■ **Data in this exercise**
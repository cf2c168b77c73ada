package org.shutline.cli;

import org.shutline.model.Plural;
import com.fasterxml.jackson.databind.node.ArrayNode;
import com.fasterxml.jackson.databind.node.ObjectNode;
import java.io.PrintWriter;
import java.util.List;
import java.util.Locale;
import java.util.concurrent.Callable;
import org.shutline.analysis.IncidentResponse;
import org.shutline.analysis.Isolation;
import org.shutline.analysis.ValveOrder;
import org.shutline.analysis.Placement;
import org.shutline.analysis.Zone;
import org.shutline.io.InputException;
import org.shutline.model.Caution;
import org.shutline.model.Network;
import org.shutline.trace.ValveSegments;
import picocli.CommandLine.ArgGroup;
import org.shutline.app.AnalysisSettings;
import org.shutline.app.Workspace;
import picocli.CommandLine.Command;
import picocli.CommandLine.Mixin;
import picocli.CommandLine.Model.CommandSpec;
import picocli.CommandLine.Option;
import picocli.CommandLine.Spec;

/**
 * {@code shutline isolate NETWORK (--at X,Y [--system ID] | --main ID) [--format text|json]}:
 * the valves to close so that no live source reaches the zone, in operating order, the
 * fallback for each doubtful valve, services, meters and critical customers off, and
 * whether valves alone can do it. See docs/cli.md for the JSON keys.
 */
@Command(name = "isolate", mixinStandardHelpOptions = true,
    description = "Valve isolation of a point or a main: valves to close, fallbacks, customers off.")
public final class IsolateCommand implements Callable<Integer> {
    static final class Where {
        @Option(names = "--at", paramLabel = "X,Y", split = ",", arity = "1", converter = Locations.FiniteNumber.class,
            description = "a point in the network CRS; placed on the nearest active main")
        double[] at;

        @Option(names = "--main", paramLabel = "ID", description = "a main id")
        String main;
    }

    @Spec private CommandSpec spec;

    @Mixin private NetworkOptions input;

    @ArgGroup(exclusive = true, multiplicity = "1")
    private Where where;

    @Mixin private NearestMainOptions near;
    @Mixin private SettingsOptions settings;
    @Mixin private ResponseOptions response;
    @Mixin private Formats.TextJson format;

    private Locations.Located located;

    @Override
    public Integer call() throws InputException {
        PrintWriter out = spec.commandLine().getOut();
        PrintWriter err = spec.commandLine().getErr();
        AnalysisSettings s = response.apply(settings.settings());
        Workspace t = input.open(s);
        ValveSegments segs = t.segments();
        Placement pl = new Placement(segs);
        try {
            located = where.main != null ? Locations.main(pl, where.main) : Locations.at(pl, where.at, near.system, near.maxDistanceM);
        } catch (Locations.Refusal e) {
            return NetworkInput.badInput(err, "isolate: " + e.getMessage());
        }
        Zone zone = located.zone();
        Isolation.Result r;
        ValveOrder.Result order;
        try {
            // the same field order as `incident` and `export` (crews computed from the 4 h target unless set)
            IncidentResponse.Result resp = IncidentResponse.leak(segs, s.isolation(), zone, s.response());
            r = resp.isolation();
            order = resp.order();
        } catch (IllegalArgumentException e) {
            return NetworkInput.badInput(err, "isolate: " + e.getMessage());
        }
        org.shutline.analysis.InstructionCheck.verify(segs, r, "isolate " + zoneText());
        out.print(format.format() == Formats.Format.json ? Json.write(json(t.network(), r, order, located.placed())) : text(t.network(), r, order));
        out.flush();
        return 0;
    }

    private String zoneText() {
        return located.label() + (where.main == null && near.system != null ? " on " + near.system : "") + "\n" + located.placedText();
    }

    static ObjectNode json(Network net, Isolation.Result r, ValveOrder.Result order, Placement.Placed placed) {
        ObjectNode root = Json.object();
        root.put("isolable", r.isolable());
        if (placed != null) {
            ObjectNode loc = root.putObject("location");
            loc.put("main", placed.mainId());
            if (placed.edge() >= 0) {
                loc.put("x", placed.x());
                loc.put("y", placed.y());
                loc.put("placed_x", EmergencyReport.round(placed.snappedX(), 2));
                loc.put("placed_y", EmergencyReport.round(placed.snappedY(), 2));
                loc.put("moved_m", EmergencyReport.round(placed.distanceM(), 2));
            }
        }
        if (!r.isolable()) root.put("reason", r.reason());
        List<String> ids = new java.util.ArrayList<>();
        for (ValveOrder.Step v : order.steps()) if (!v.stationInlet()) ids.add(v.valveId());
        root.set("valves_to_close", Json.strings(ids));
        ArrayNode fb = root.putArray("fallbacks");
        for (Isolation.Fallback f : r.fallbacks()) {
            ObjectNode o = fb.addObject();
            o.put("valve", f.valveId());
            o.put("why", f.why());
            o.set("then_close", Json.strings(f.thenClose()));
            o.put("adds_services", f.addedServices().size());
            o.put("adds_meters", f.addedMeters());
            o.set("added_service_ids", Json.strings(f.addedServices()));
            o.put("stays_on_services", f.stayOnServices().size());
            o.put("stays_on_meters", f.stayOnMeters());
            ValveOrder.Step st = order.step(f.valveId());
            if (st != null && st.fallback() != null) o.put("text", st.fallback().text());
        }
        root.put("services_off", r.serviceIdsOff().size());
        root.put("meters_off", r.metersOff());
        root.set("critical_off", Json.strings(r.criticalOff()));
        root.set("stations_to_stop", Json.strings(r.stationsToStop()));
        root.set("station_inlet_valves", Json.strings(r.stationInletValves()));
        root.set("sources_in_region", Json.strings(r.sourcesInRegion()));
        root.set("closed_boundary_valves", Json.strings(r.closedBoundaryValves()));
        root.put("unintended_segments", r.unintended().cardinality());
        r.alternative().ifPresent(a -> {
            ObjectNode o = root.putObject("alternative");
            o.set("valves", Json.strings(a.valves()));
            o.put("adds_services", a.addedServices().size());
            o.put("adds_meters", a.addedMeters());
            o.put("stays_on_services", a.stayOnServices().size());
            o.put("stays_on_meters", a.stayOnMeters());
        });
        root.set("service_ids_off", Json.strings(r.serviceIdsOff()));
        root.put("caution", Caution.TEXT);
        return root;
    }

    private String text(Network net, Isolation.Result r, ValveOrder.Result order) {
        StringBuilder sb = new StringBuilder();
        sb.append("Isolation of ").append(zoneText()).append("\nNetwork: ").append(net.sourceName()).append("\n\n");
        if (!r.isolable()) {
            sb.append("NOT ISOLABLE BY VALVES ALONE: ").append(r.reason()).append('\n');
            if (!r.stationsToStop().isEmpty()) sb.append("  stop stations: ").append(String.join(", ", r.stationsToStop())).append('\n');
            if (!r.stationInletValves().isEmpty()) sb.append("  their inlet valves: ").append(String.join(", ", r.stationInletValves())).append('\n');
            sb.append('\n');
        }
        sb.append("Valves to close, in field order (crew 1's route, then crew 2's; doubtful valves first in each):\n");
        for (ValveOrder.Step v : order.steps()) {
            sb.append(String.format(Locale.ROOT, "  %2d. %-10s crew %d  operable %-7s%s%s%n", v.order(), v.valveId(), v.crew(),
                    v.operable().name().toLowerCase(Locale.ROOT), v.overdue() ? "  past inspection interval" : "",
                    v.stationInlet() ? "  " + v.stopLabel() : ""));
            if (v.fallback() != null) sb.append("        if it will not close (").append(v.fallback().why()).append("): ")
                    .append(v.fallback().text()).append('\n');
        }
        if (order.steps().isEmpty()) sb.append("  (none)\n");
        r.alternative().ifPresent(a -> sb.append("\nAlternative with fewer valves: ").append(String.join(", ", a.valves()))
                .append(" (adds ").append(Plural.of(a.addedServices().size(), "service")).append(")\n"));
        sb.append(String.format(Locale.ROOT, "%nServices off %d, meters off %d, unintended segments %d%n", r.serviceIdsOff().size(), r.metersOff(),
                r.unintended().cardinality()));
        if (!r.criticalOff().isEmpty()) sb.append("Critical customers off: ").append(String.join(", ", r.criticalOff())).append('\n');
        if (!r.closedBoundaryValves().isEmpty()) {
            sb.append("Already closed on the boundary (not listed): ").append(String.join(", ", r.closedBoundaryValves())).append('\n');
        }
        List<String> ids = TraceCommand.first(r.serviceIdsOff(), 25);
        if (!ids.isEmpty()) sb.append("Off: ").append(String.join(", ", ids)).append('\n');
        sb.append('\n').append(Caution.TEXT).append('\n');
        return sb.toString();
    }
}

■ **What you are asked to do**
Find every line above where the word "format" occurs, and copy that line.

■ **Answer to this exercise**
 * {@code shutline isolate NETWORK (--at X,Y [--system ID] | --main ID) [--format text|json]}:
    @Mixin private Formats.TextJson format;
        out.print(format.format() == Formats.Format.json ? Json.write(json(t.network(), r, order, located.placed())) : text(t.network(), r, order));
            sb.append(String.format(Locale.ROOT, "  %2d. %-10s crew %d  operable %-7s%s%s%n", v.order(), v.valveId(), v.crew(),
        sb.append(String.format(Locale.ROOT, "%nServices off %d, meters off %d, unintended segments %d%n", r.serviceIdsOff().size(), r.metersOff(),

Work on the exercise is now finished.